**Problem requirements:**
What you need to produce from the material below is an exact transcription of the lines from the one with "is seeded. */" through the one with "EXACT_UP_TO, wilcoxonSignedRank, type", both included, and no other line.

>>>

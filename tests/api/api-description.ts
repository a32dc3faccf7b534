/** The served description of the API, as a program reads it that knows nothing else of Tautbook. */
import { Ajv2020, type ValidateFunction } from 'ajv/dist/2020';
import addFormats from 'ajv-formats';

interface Media { schema?: object }

export interface Operation {
  operationId: string;
  security?: unknown[];
  parameters?: { name: string; in: string; required?: boolean }[];
  requestBody?: { content: Record<string, Media> };
  responses: Record<string, { $ref?: string; description?: string; content?: Record<string, Media> }>;
}

export interface Description {
  openapi: string;
  paths: Record<string, Record<string, Operation>>;
  components: { schemas: Record<string, object>; responses: Record<string, { content: Record<string, Media> }> };
}

export interface Described {
  method: string;
  path: string;
  operation: Operation;
  /** What is wrong with an answer, by the description alone. */
  check(response: Response): Promise<string[]>;
}

const known = new WeakMap<Description, Map<string, Described>>();

export function operationsOf(description: Description): Map<string, Described> {
  const earlier = known.get(description);
  if (earlier) return earlier;
  // JSON Schema 2020-12 is the dialect of OpenAPI 3.1. Unknown words are the description's own, so it is not strict.
  const ajv = new Ajv2020({ strict: false, allErrors: true });
  addFormats.default(ajv);
  ajv.addSchema({ $id: 'https://description.example/', ...description });
  const operations = new Map<string, Described>();
  for (const [path, methods] of Object.entries(description.paths)) {
    for (const [method, operation] of Object.entries(methods)) {
      operations.set(operation.operationId, { method: method.toUpperCase(), path, operation, check: checkOf(ajv, description, operation) });
    }
  }
  known.set(description, operations);
  return operations;
}

function checkOf(ajv: Ajv2020, description: Description, operation: Operation): Described['check'] {
  const compiled = new Map<string, ValidateFunction>();
  return async (response) => {
    const answer = operation.responses[String(response.status)] ?? operation.responses['default'];
    if (answer === undefined) return [`status ${response.status} is not described`];
    const content = (answer.$ref ? description.components.responses[answer.$ref.split('/').at(-1)!] : answer)?.content ?? {};
    const type = (response.headers.get('content-type') ?? '').split(';')[0] ?? '';
    const media = content[type];
    if (media === undefined) return [`${type} is not described, but ${Object.keys(content).join(', ')}`];
    if (!/[/+]json$/.test(type)) return [];
    let validate = compiled.get(type);
    if (validate === undefined) {
      validate = ajv.compile(rooted(media.schema ?? {}));
      compiled.set(type, validate);
    }
    validate(await response.json());
    return (validate.errors ?? []).map(({ instancePath, message }) => `${instancePath} ${message}`);
  };
}

/** References inside a description begin at its root. */
const rooted = (schema: object): object => JSON.parse(JSON.stringify(schema).replaceAll('"$ref":"#/', '"$ref":"https://description.example/#/')) as object;
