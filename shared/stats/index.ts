/** Statistics of a study: paired comparisons, agreement, intervals, balanced orders. Pure and synchronous; randomness is seeded. */
export { blandAltman, type BlandAltman } from './bland-altman';
export { bootstrapInterval, type BootstrapInterval, type BootstrapOptions } from './bootstrap-interval';
export { cohenDav, cohenDz, type StandardisedDifference } from './cohen-dz';
export { agreementTable, cohenKappa, type Kappa, type KappaWeights } from './cohen-kappa';
export { hedgesG } from './hedges-g';
export { holm } from './holm';
export { intraclassCorrelation, type IntraclassCorrelation } from './intraclass-correlation';
export { linearTrend, type LinearTrend } from './linear-trend';
export { meanAndDeviation, type MeanAndDeviation } from './mean-and-deviation';
export { pairedTTest, type PairedTTest } from './paired-t-test';
export { quantile } from './quantile';
export { seededRandom, type SeededRandom } from './seeded-random';
export { EXACT_UP_TO, wilcoxonSignedRank, type WilcoxonOptions, type WilcoxonSignedRank } from './wilcoxon-signed-rank';
export { williamsSquare } from './williams-square';
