// changedTables names the tables that Changed has to look at. One statement finds them out: of the
// dozen tables most writes change one or two.
func (t *Tx) changedTables(since int64) ([]string, error) {
	if since < 0 {
		return nil, nil
	}
	var names []string
	err := t.db.Raw(changedSQL(), sql.Named("since", since)).Scan(&names).Error
	return names, err
}

var changedSQL = sync.OnceValue(func() string {
	var parts []string
	for _, p := range projections {
		var ways []string
		for _, c := range p.conditions() {
			ways = append(ways, "EXISTS (SELECT 1 FROM "+p.title()+" WHERE "+c+")")
		}
		parts = append(parts, "SELECT '"+p.title()+"' WHERE "+strings.Join(ways, " OR "))
	}
	return strings.Join(parts, " UNION ALL ")
})

func (p table[T, R]) changed(t *Tx, since int64, to *Delta) error {
	rows, err := p.since(t.db.Table(p.name), since)
	if err != nil {
		return err
	}
	list := make([]T, len(rows))
	for i, r := range rows {
		list[i] = p.out(r)
	}
	*p.of(to) = list
	return nil
}

// conditions ask for new, ended and (of a table that has them) blanked rows, each by its index:
// SQLite would answer them in one condition, or in order, by reading the whole table. The indexes
// on ended and touched hold only what is above 0; the plus 0 keeps the database from choosing another.
func (p table[T, R]) conditions() []string {
	c := []string{"seq > @since", "ended > 0 AND ended > @since AND seq + 0 <= @since"}
	if p.blanks {
		c = append(c, "touched > 0 AND touched > @since AND seq + 0 <= @since AND ended + 0 <= @since")
	}
	return c
}

// since gives the rows that changed, in order.
func (p table[T, R]) since(q *gorm.DB, since int64) ([]R, error) {
	if since < 0 {
		return find[R](q.Order("seq, n"))
	}
	var all []R
	for _, c := range p.conditions() {
		rows, err := find[R](q.Session(&gorm.Session{}).Where(c, sql.Named("since", since)))
		if err != nil {
			return nil, err
		}
		all = append(all, rows...)
	}
	slices.SortFunc(all, func(a, b R) int { return p.columns(&a).compare(p.columns(&b)) })
	return all, nil
}

// compare orders rows by their entry and their place in it.
func (c *lineColumns) compare(d *lineColumns) int {
	return cmp.Or(cmp.Compare(c.Seq, d.Seq), cmp.Compare(c.N, d.N))
}

// End marks the rows of entry seq that stand as ended by entry by.
func (t *Tx) End(seq, by int64) error {
	return t.end(by, "seq = ?", seq)
}

// EndBatch marks the rows of all entries of an import that stand as ended by entry by.
func (t *Tx) EndBatch(batch string, by int64) error {
	if batch == "" {
		return fmt.Errorf("no import is named to be ended by entry %d", by)
	}
	return t.end(by, "seq IN (SELECT seq FROM entries WHERE batch = ? AND batch <> '')", batch)
}

func (t *Tx) end(by int64, which string, arg any) error {
	t.ends()
	if by <= 0 {
		return fmt.Errorf("entry %d cannot end a row", by)
	}
	err := t.settle()
	if err != nil {
		return err
	}
	for _, p := range projections {
		err = t.db.Exec("UPDATE "+p.title()+" SET ended = ? WHERE ended = 0 AND "+which, by, arg).Error
		if err != nil {
			return err
		}
	}
	return nil
}

// BlankPerson empties the name, e-mail and badge in every row of a person and marks them erased.
// Seq is the erasing entry: Changed gives the rows again to whoever knows the book up to before it.
func (t *Tx) BlankPerson(code string, seq int64) error {
	return t.blank("UPDATE people SET name = '', email = '', badge = '', erased = ?, touched = ? WHERE code = ?", true, seq, code)
}

// BlankAccounts empties the name in every row of the accounts that belong to a person. Seq is the
// erasing entry, as in BlankPerson.
func (t *Tx) BlankAccounts(person string, seq int64) error {
	return t.blank("UPDATE accounts SET name = '', touched = ? WHERE person = ? AND person <> ''", seq, person)
}

// BlankFacts sets the values of the named facts that entry seq put on record to null. By is the
// erasing entry, as in BlankPerson.
func (t *Tx) BlankFacts(seq, by int64, facts ...string) error {
	return t.blank("UPDATE facts SET value = 'null', touched = ? WHERE seq = ? AND fact IN ?", by, seq, facts)
}

// BlankMark empties the badge in the mark that entry seq made. By is the erasing entry, as in BlankPerson.
func (t *Tx) BlankMark(seq, by int64) error {
	return t.blank("UPDATE marks SET badge = '', touched = ? WHERE seq = ?", by, seq)
}

// BlankVisit empties what tells who came in the visit that entry seq announced. By is the erasing entry, as in BlankPerson.
func (t *Tx) BlankVisit(seq, by int64) error {
	return t.blank("UPDATE visits SET visitor = '', employer = '', badge = '', tools = '[]', touched = ? WHERE seq = ?", by, seq)
}

// ends notes that the part under way, if any, ends or blanks rows.
func (t *Tx) ends() {
	t.ended = true
	if t.part != nil {
		t.part.ended = true
	}
}

func (t *Tx) blank(statement string, args ...any) error {
	t.ends()
	err := t.settle()
	if err != nil {
		return err
	}
	return t.db.Exec(statement, args...).Error
}

// DropProjections empties every projection, to be made again from the entries.
func (t *Tx) DropProjections() error {
	t.held = nil
	for _, p := range projections {
		err := t.db.Exec("DELETE FROM " + p.title()).Error
		if err != nil {
			return err
		}
	}
	return nil
}

// Dump gives every projection's rows as text, sorted, by table: two books with equal dumps have
// equal projections.
func (s *Store) Dump(ctx context.Context) (map[string][]string, error) {
	out := make(map[string][]string)
	err := s.Read(ctx, func(t *Tx) error {
		for _, p := range projections {
			lines, err := t.dump(p.title())
			if err != nil {
				return err
			}
			out[p.title()] = lines
		}
		return nil
	})
	return out, err
}

func (t *Tx) dump(name string) (lines []string, err error) {
	rows, err := t.db.Table(name).Rows()
	if err != nil {
		return nil, err
	}
	defer func() { err = errors.Join(err, rows.Close()) }()
	return rowsAsText(rows)
}

// rowsAsText writes each row as name="value" for every column, and sorts the rows.
func rowsAsText(rows *sql.Rows) ([]string, error) {
	columns, err := rows.Columns()
	if err != nil {
		return nil, err
	}
	cells := make([]sql.NullString, len(columns))
	into := make([]any, len(columns))
	for i := range cells {
		into[i] = &cells[i]
	}
	lines := []string{}
	for rows.Next() {
		err = rows.Scan(into...)
		if err != nil {
			return nil, err
		}
		lines = append(lines, rowAsText(columns, cells))
	}
	slices.Sort(lines)
	return lines, rows.Err()
}

func rowAsText(columns []string, cells []sql.NullString) string {
	parts := make([]string, len(columns))
	for i, c := range cells {
		parts[i] = fmt.Sprintf("%s=%q", columns[i], c.String)
		if !c.Valid {
			parts[i] = columns[i] + "=null"
		}
	}
	return strings.Join(parts, " ")
}

// Add adds a row, or a slice of rows, of any line type to the delta.
func (d *Delta) Add(rows any) error {
	for _, p := range projections {
		if p.add(d, rows) {
			return nil
		}
	}
	return fmt.Errorf("%T is no row of a projection", rows)
}

func (p table[T, R]) add(to *Delta, rows any) bool {
	switch r := rows.(type) {
	case T:
		*p.of(to) = append(*p.of(to), r)
	case []T:
		*p.of(to) = append(*p.of(to), r...)
	default:
		return false
	}
	return true
}

// LineAt gives what a projection has of the first row that an entry wrote in it, and whether there is one.
func (t *Tx) LineAt(table string, seq int64) (Line, bool, error) {
	rows, err := find[lineColumns](t.db.Table(table).Select("seq, n, ended, entry, batch").Where("seq = ?", seq).Order("n").Limit(1))
	if err != nil || len(rows) == 0 {
		return Line{}, false, err
	}
	return rows[0].out(), true, nil
}

// RecordsAt gives the rows of records that entries of those sequence numbers wrote, in order of
// recording.
func (t *Tx) RecordsAt(seqs []int64) ([]RecordRow, error) {
	if err := t.settle(); err != nil {
		return nil, err
	}
	slices.Sort(seqs)
	var out []RecordRow
	for len(seqs) > 0 {
		n := min(len(seqs), batchRows)
		rows, err := find[recordLine](t.db.Table("records").Where("seq IN ?", seqs[:n]).Order("seq, n"))
		if err != nil {
			return nil, err
		}
		for _, r := range rows {
			out = append(out, recordOut(r))
		}
		seqs = seqs[n:]
	}
	return out, nil
}

// Len is how many rows there are in the delta.
func (d *Delta) Len() int {
	n := 0
	for _, p := range projections {
		n += p.count(d)
	}
	return n
}

func (p table[T, R]) count(d *Delta) int { return len(*p.of(d)) }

<<<

**Output of the exercise:**
/** Statistics of a study: paired comparisons, agreement, intervals, balanced orders. Pure and synchronous; randomness is seeded. */
export { blandAltman, type BlandAltman } from './bland-altman';
export { bootstrapInterval, type BootstrapInterval, type BootstrapOptions } from './bootstrap-interval';
export { cohenDav, cohenDz, type StandardisedDifference } from './cohen-dz';
export { agreementTable, cohenKappa, type Kappa, type KappaWeights } from './cohen-kappa';
export { hedgesG } from './hedges-g';
export { holm } from './holm';
export { intraclassCorrelation, type IntraclassCorrelation } from './intraclass-correlation';
export { linearTrend, type LinearTrend } from './linear-trend';
export { meanAndDeviation, type MeanAndDeviation } from './mean-and-deviation';
export { pairedTTest, type PairedTTest } from './paired-t-test';
export { quantile } from './quantile';
export { seededRandom, type SeededRandom } from './seeded-random';
export { EXACT_UP_TO, wilcoxonSignedRank, type WilcoxonOptions, type WilcoxonSignedRank } from './wilcoxon-signed-rank';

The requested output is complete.